YOUR ASSIGNMENT. In the records below, begin at the line containing "r[1] = axes.read[1]" and end at the line containing "const found: PullPage['records'] = [];"; quote every line in that span exactly, including both boundary lines, and no others.

(Beginning of RECORDS SUPPLIED)

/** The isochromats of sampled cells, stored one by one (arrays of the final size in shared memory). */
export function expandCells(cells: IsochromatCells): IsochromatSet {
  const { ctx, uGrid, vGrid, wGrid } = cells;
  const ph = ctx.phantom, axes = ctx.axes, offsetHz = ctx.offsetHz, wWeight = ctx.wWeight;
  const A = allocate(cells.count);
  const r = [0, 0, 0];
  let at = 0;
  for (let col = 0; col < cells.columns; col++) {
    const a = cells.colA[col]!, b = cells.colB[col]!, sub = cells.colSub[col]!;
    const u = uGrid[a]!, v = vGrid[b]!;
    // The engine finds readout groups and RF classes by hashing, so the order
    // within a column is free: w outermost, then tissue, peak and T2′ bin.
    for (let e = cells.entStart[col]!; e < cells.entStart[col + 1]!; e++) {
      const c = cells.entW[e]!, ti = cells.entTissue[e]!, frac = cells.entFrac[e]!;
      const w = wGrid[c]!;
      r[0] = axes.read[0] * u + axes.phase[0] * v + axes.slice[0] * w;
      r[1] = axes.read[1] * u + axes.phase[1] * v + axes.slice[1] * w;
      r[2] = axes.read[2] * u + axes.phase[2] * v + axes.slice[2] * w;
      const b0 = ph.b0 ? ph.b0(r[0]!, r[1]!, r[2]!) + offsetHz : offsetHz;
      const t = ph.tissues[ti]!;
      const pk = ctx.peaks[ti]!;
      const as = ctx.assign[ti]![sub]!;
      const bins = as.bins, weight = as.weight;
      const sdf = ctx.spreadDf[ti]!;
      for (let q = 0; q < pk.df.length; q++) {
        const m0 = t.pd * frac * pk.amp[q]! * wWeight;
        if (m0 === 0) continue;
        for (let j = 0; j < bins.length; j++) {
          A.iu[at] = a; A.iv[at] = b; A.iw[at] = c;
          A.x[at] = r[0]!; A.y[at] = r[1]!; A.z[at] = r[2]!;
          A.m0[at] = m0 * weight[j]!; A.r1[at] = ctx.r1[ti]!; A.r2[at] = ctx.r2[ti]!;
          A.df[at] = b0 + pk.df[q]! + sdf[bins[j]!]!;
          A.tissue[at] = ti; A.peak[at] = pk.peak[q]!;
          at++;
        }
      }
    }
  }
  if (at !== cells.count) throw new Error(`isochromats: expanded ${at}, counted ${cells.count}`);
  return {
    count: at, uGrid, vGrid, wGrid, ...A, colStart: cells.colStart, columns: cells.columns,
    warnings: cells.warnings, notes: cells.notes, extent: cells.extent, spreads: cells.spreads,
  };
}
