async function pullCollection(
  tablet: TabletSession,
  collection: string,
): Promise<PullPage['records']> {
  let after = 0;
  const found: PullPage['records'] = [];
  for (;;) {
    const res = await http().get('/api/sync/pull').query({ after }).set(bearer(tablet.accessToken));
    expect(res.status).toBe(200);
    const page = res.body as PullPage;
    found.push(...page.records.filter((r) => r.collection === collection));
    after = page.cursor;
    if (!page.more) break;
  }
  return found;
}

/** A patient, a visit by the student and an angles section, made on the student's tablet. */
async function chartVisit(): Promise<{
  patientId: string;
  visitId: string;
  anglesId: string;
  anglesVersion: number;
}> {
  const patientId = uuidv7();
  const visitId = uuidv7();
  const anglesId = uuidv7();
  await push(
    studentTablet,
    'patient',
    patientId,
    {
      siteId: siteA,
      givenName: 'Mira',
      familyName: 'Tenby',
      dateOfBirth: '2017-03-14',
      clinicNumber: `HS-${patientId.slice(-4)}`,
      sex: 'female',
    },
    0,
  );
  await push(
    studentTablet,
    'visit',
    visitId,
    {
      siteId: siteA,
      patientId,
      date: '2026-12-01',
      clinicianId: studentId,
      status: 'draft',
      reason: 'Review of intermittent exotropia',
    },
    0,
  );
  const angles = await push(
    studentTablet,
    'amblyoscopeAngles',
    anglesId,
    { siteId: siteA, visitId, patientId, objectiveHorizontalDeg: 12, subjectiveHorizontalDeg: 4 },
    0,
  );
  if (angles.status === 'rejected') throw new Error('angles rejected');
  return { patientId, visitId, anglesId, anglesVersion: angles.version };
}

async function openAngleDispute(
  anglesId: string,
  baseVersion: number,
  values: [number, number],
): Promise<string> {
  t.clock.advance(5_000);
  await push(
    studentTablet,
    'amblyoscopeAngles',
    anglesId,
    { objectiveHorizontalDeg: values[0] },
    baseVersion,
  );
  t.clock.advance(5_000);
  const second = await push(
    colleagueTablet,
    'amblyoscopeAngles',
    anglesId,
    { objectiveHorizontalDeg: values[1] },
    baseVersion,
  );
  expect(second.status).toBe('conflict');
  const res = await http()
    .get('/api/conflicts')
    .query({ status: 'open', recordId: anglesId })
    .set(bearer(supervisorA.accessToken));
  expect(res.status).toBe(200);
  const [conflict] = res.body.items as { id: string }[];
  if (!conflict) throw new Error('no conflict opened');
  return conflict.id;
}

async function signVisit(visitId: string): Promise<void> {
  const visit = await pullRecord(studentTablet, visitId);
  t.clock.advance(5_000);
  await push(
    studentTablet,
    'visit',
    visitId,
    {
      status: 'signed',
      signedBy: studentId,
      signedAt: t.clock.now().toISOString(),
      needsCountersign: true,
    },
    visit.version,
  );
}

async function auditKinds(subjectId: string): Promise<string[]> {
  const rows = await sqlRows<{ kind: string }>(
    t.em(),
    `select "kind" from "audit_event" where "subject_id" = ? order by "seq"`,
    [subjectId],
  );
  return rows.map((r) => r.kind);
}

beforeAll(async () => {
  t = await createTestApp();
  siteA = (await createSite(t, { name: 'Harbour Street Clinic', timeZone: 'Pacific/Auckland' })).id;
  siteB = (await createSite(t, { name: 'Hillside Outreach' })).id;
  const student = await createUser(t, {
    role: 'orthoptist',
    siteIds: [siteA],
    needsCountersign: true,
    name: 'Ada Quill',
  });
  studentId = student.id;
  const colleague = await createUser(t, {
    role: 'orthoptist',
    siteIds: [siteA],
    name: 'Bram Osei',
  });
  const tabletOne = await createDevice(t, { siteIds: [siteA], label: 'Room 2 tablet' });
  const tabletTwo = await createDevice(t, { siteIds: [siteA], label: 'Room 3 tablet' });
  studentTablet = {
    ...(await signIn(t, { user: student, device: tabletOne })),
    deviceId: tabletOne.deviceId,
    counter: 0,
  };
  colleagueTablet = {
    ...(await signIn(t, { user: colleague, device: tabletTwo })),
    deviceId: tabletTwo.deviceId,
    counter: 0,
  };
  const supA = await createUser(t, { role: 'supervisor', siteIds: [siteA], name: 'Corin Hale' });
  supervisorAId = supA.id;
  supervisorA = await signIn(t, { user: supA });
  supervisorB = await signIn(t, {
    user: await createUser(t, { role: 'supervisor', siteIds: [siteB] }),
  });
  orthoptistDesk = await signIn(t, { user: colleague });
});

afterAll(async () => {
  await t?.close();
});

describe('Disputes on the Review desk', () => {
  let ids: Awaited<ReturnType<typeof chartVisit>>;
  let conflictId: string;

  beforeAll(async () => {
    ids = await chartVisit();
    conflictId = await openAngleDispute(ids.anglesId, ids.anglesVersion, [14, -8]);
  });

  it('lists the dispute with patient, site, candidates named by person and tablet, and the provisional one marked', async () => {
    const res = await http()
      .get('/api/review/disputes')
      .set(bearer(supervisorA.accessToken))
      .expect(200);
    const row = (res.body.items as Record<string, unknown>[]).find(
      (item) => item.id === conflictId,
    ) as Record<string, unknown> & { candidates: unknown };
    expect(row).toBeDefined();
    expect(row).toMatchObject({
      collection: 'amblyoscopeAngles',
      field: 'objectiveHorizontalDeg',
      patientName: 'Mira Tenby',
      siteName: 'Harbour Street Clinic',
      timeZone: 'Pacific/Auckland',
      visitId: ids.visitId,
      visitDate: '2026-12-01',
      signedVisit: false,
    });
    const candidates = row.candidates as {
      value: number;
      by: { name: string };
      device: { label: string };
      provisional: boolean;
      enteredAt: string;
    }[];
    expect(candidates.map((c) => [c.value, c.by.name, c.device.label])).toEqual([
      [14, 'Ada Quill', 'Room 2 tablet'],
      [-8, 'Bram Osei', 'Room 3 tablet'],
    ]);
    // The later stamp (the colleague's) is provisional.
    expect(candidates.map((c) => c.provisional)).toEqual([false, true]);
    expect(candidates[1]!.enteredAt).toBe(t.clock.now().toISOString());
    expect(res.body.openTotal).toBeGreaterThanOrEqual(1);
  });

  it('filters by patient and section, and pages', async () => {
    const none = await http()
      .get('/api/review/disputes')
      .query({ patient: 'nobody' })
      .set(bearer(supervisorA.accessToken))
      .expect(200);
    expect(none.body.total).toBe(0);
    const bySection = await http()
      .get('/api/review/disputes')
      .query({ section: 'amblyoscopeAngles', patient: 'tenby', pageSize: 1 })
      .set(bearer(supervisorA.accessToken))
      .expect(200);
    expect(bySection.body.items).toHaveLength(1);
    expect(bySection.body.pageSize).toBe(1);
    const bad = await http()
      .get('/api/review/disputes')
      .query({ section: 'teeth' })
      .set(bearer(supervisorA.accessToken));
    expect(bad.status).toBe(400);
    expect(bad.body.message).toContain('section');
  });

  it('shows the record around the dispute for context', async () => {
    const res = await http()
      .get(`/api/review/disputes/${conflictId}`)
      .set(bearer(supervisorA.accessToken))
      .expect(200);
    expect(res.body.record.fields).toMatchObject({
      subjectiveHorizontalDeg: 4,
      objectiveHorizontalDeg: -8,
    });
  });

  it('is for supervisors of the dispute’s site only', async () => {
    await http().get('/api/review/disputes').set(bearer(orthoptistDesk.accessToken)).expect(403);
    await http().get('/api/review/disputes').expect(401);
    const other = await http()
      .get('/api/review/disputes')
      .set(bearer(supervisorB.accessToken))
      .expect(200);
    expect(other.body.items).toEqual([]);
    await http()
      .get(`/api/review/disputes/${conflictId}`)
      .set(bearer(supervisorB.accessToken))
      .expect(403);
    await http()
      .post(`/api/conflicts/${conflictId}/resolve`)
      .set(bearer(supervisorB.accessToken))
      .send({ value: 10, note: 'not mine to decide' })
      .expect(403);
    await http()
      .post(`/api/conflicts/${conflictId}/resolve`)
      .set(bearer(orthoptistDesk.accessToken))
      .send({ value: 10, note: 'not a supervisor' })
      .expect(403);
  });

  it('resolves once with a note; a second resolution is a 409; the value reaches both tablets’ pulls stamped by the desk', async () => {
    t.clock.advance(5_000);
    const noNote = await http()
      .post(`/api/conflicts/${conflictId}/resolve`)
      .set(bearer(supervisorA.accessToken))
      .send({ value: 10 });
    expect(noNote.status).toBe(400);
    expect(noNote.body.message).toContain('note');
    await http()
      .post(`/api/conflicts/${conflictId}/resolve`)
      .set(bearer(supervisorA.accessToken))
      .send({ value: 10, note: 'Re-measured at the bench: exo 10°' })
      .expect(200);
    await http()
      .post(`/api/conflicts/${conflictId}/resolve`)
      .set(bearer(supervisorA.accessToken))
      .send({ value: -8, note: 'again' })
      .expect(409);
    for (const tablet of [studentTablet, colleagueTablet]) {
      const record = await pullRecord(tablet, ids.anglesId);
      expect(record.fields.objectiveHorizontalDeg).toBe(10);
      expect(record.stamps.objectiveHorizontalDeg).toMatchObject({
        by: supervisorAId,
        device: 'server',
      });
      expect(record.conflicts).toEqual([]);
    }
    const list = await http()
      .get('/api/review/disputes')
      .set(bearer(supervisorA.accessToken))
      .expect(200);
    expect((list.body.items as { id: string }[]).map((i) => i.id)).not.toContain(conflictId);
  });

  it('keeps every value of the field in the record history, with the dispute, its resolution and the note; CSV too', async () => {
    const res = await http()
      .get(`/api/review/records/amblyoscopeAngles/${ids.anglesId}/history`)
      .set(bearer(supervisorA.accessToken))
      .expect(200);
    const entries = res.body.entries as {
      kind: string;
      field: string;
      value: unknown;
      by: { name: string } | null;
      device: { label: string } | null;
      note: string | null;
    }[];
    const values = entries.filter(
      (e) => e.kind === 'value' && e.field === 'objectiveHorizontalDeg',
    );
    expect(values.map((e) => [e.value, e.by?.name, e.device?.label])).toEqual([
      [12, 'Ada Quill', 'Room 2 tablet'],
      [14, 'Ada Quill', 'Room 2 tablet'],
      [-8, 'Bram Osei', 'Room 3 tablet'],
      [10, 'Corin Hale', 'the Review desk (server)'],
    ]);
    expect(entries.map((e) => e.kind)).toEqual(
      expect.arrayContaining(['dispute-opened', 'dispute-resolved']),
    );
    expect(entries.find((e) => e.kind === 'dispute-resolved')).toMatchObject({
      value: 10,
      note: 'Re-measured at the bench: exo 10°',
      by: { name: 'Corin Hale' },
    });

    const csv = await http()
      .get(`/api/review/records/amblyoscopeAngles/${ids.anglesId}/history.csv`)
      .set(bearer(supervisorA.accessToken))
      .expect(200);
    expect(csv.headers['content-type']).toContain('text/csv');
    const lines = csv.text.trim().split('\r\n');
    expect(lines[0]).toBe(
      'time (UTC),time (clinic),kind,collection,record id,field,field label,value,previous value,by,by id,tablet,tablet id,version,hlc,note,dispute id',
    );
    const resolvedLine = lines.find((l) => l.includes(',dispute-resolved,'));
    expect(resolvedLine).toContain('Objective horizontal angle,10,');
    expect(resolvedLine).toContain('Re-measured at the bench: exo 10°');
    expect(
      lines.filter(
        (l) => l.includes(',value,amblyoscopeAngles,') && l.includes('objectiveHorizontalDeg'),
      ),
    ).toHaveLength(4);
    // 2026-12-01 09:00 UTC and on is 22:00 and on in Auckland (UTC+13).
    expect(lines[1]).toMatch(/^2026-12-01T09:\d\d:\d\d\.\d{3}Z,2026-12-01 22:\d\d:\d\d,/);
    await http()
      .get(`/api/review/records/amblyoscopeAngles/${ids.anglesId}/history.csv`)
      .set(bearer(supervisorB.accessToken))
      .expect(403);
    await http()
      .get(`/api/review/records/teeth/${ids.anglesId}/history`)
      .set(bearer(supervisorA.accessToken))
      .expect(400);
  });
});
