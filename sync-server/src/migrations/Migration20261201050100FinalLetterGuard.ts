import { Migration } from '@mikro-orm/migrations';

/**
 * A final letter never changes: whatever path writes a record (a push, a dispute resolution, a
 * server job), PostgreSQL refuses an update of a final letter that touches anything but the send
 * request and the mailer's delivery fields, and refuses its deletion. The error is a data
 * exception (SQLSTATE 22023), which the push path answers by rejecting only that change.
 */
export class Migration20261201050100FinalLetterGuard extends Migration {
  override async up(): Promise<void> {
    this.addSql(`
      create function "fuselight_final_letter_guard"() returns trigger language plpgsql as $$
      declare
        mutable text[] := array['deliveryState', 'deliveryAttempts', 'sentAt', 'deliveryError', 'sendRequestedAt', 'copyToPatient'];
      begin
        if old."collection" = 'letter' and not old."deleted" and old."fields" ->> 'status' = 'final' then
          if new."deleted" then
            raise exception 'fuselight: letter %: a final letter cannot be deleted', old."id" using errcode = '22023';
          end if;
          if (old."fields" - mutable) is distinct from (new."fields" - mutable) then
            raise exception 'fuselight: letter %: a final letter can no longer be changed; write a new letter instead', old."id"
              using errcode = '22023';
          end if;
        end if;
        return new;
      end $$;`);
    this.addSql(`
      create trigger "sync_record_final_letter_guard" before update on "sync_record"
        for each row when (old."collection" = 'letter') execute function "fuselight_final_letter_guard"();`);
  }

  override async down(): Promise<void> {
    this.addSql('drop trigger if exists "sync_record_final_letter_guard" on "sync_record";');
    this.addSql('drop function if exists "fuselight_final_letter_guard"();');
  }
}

(End of RECORDS SUPPLIED)

REPLY TO THE TASK.
      r[1] = axes.read[1] * u + axes.phase[1] * v + axes.slice[1] * w;
      r[2] = axes.read[2] * u + axes.phase[2] * v + axes.slice[2] * w;
      const b0 = ph.b0 ? ph.b0(r[0]!, r[1]!, r[2]!) + offsetHz : offsetHz;
      const t = ph.tissues[ti]!;
      const pk = ctx.peaks[ti]!;
      const as = ctx.assign[ti]![sub]!;
      const bins = as.bins, weight = as.weight;
      const sdf = ctx.spreadDf[ti]!;
      for (let q = 0; q < pk.df.length; q++) {
        const m0 = t.pd * frac * pk.amp[q]! * wWeight;
        if (m0 === 0) continue;
        for (let j = 0; j < bins.length; j++) {
          A.iu[at] = a; A.iv[at] = b; A.iw[at] = c;
          A.x[at] = r[0]!; A.y[at] = r[1]!; A.z[at] = r[2]!;
          A.m0[at] = m0 * weight[j]!; A.r1[at] = ctx.r1[ti]!; A.r2[at] = ctx.r2[ti]!;
          A.df[at] = b0 + pk.df[q]! + sdf[bins[j]!]!;
          A.tissue[at] = ti; A.peak[at] = pk.peak[q]!;
          at++;
        }
      }
    }
  }
  if (at !== cells.count) throw new Error(`isochromats: expanded ${at}, counted ${cells.count}`);
  return {
    count: at, uGrid, vGrid, wGrid, ...A, colStart: cells.colStart, columns: cells.columns,
    warnings: cells.warnings, notes: cells.notes, extent: cells.extent, spreads: cells.spreads,
  };
}
async function pullCollection(
  tablet: TabletSession,
  collection: string,
): Promise<PullPage['records']> {
  let after = 0;
  const found: PullPage['records'] = [];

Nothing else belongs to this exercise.